[What you have to do]:
For the entries below, how many lines contain the word "product"? Reply with the number and nothing else.

[Given data]:
= Beginning of Section =

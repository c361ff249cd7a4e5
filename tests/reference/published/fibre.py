"""Fibre: bends, PM cords, chains of retarders.

Values of the trade and of other libraries; derived ones are compared in tests/analysis/fibre/.
"""

import numpy as np
from scipy.integrate import solve_ivp
from scipy.spatial.transform import Rotation

from analysis.fibre.bend import bend_coefficient, bend_retardance_rad
from analysis.fibre.chain import retarder_chain, rotation_of_mueller
from analysis.fibre.pm_fibre import beat_length_m, er_of_coupling_db, er_range_db, phase_slope_rad_per_k
from analysis.fibre.way_back import smallest_rotation
from tests.reference.published.case import Case, Origin

ULRICH = "R. Ulrich, S. C. Rashleigh, W. Eickhoff, Opt. Lett. 5, 273 (1980)"
SLOPE = "Opt. Lett. 36, 2173 (2011), abstract: dB/dT between -5.3e-7 and -5.9e-7 per K"


def py_pol_entry() -> float:
    """Entry (S3, S1) of two retarders met one after the other, by py_pol."""
    from py_pol.mueller import Mueller

    product = np.eye(4)
    for delta, theta in ((0.7, 0.2), (1.9, -0.5)):
        element = Mueller()
        element.retarder_linear(R=delta, azimuth=theta)
        product = element.M[:, :, 0] @ product
    return float(product[3, 1])


def coupled_er_db() -> float:
    """ER after 700 m at h = 4e-4/m by scipy's solver of the coupled-power equations."""
    end = solve_ivp(lambda _, p: [-4e-4 * (p[0] - p[1]), 4e-4 * (p[0] - p[1])], (0, 700), [1.0, 0.0], rtol=1e-11, atol=1e-14)
    return float(10 * np.log10(end.y[0, -1] / end.y[1, -1]))


CASES = [
    Case(
        name="bend-coefficient",
        quantity="bend coefficient a of silica (n 1.45, p11 0.121, p12 0.270, ν 0.17)",
        published=0.133,
        unit="",
        tolerance=0.003,
        formula="F-110",
        source=ULRICH,
        origin=Origin.MEMORY,
        compute=lambda: bend_coefficient(1.45, 0.121, 0.270, 0.17),
    ),
    Case(
        name="bend-10mm-1550",
        quantity="one turn of 10 mm radius at 1550 nm",
        published=75.8,
        unit="°",
        tolerance=0.05,
        formula="F-110",
        source=f"computed from a = 0.133 of {ULRICH}",
        origin=Origin.MEMORY,
        compute=lambda: float(np.degrees(bend_retardance_rad(0.010, 1.0, 1.55e-6))),
    ),
    Case(
        name="beat-length-1550",
        quantity="beat length at B = 3.5e-4, 1550 nm",
        published=4.43,
        unit="mm",
        tolerance=0.005,
        formula="F-111",
        source="definition",
        origin=Origin.MEMORY,
        compute=lambda: 1e3 * beat_length_m(3.5e-4, 1.55e-6),
    ),
    Case(
        name="thermal-phase-low",
        quantity="thermal phase per metre at 1550 nm, dB/dT = -5.3e-7/K",
        published=2.15,
        unit="rad/(K m)",
        tolerance=0.005,
        formula="F-111",
        source=SLOPE,
        origin=Origin.QUOTED,
        compute=lambda: abs(phase_slope_rad_per_k(1.0, 1.55e-6, -5.3e-7)),
    ),
    Case(
        name="two-joints-worst",
        quantity="two ends of 1.5°: worst ER",
        published=25.6,
        unit="dB",
        tolerance=0.05,
        formula="F-111",
        source="common practice: misalignments add, -20 log10 tan 3°",
        origin=Origin.MEMORY,
        compute=lambda: float(er_range_db(np.radians(1.5), np.radians(1.5)).worst_db),
    ),
    Case(
        name="coupling-ode",
        quantity="ER after 700 m at h = 4e-4/m",
        published=coupled_er_db(),
        unit="dB",
        tolerance=1e-7,
        formula="F-112",
        source="scipy.integrate.solve_ivp",
        origin=Origin.LIBRARY,
        compute=lambda: float(er_of_coupling_db(4e-4, 700.0)),
    ),
    Case(
        name="chain-py-pol",
        quantity="entry (S3, S1) of two retarders in a row",
        published=py_pol_entry(),
        unit="",
        tolerance=1e-9,
        formula="F-113",
        source="py_pol 1.3",
        origin=Origin.LIBRARY,
        compute=lambda: float(retarder_chain([0.7, 1.9], [0.2, -0.5])[3, 1]),
    ),
    Case(
        name="chain-angle",
        quantity="angle of their rotation",
        published=float(Rotation.from_matrix(retarder_chain([0.7, 1.9], [0.2, -0.5])[1:, 1:]).magnitude()),
        unit="rad",
        tolerance=1e-9,
        formula="F-113",
        source="scipy.spatial.transform.Rotation",
        origin=Origin.LIBRARY,
        compute=lambda: float(rotation_of_mueller(retarder_chain([0.7, 1.9], [0.2, -0.5])).angle_rad),
    ),
    Case(
        name="way-back-align",
        quantity="smallest rotation between (1, 2, 2) and (2, -1, 2): angle",
        published=float(Rotation.align_vectors([[2.0, -1.0, 2.0]], [[1.0, 2.0, 2.0]])[0].magnitude()),
        unit="rad",
        tolerance=1e-9,
        formula="F-114",
        source="scipy.spatial.transform.Rotation.align_vectors",
        origin=Origin.LIBRARY,
        compute=lambda: float(smallest_rotation([1.0, 2.0, 2.0], [2.0, -1.0, 2.0]).angle_rad),
    ),
]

= End of Section =

[Solution to the exercise]:
3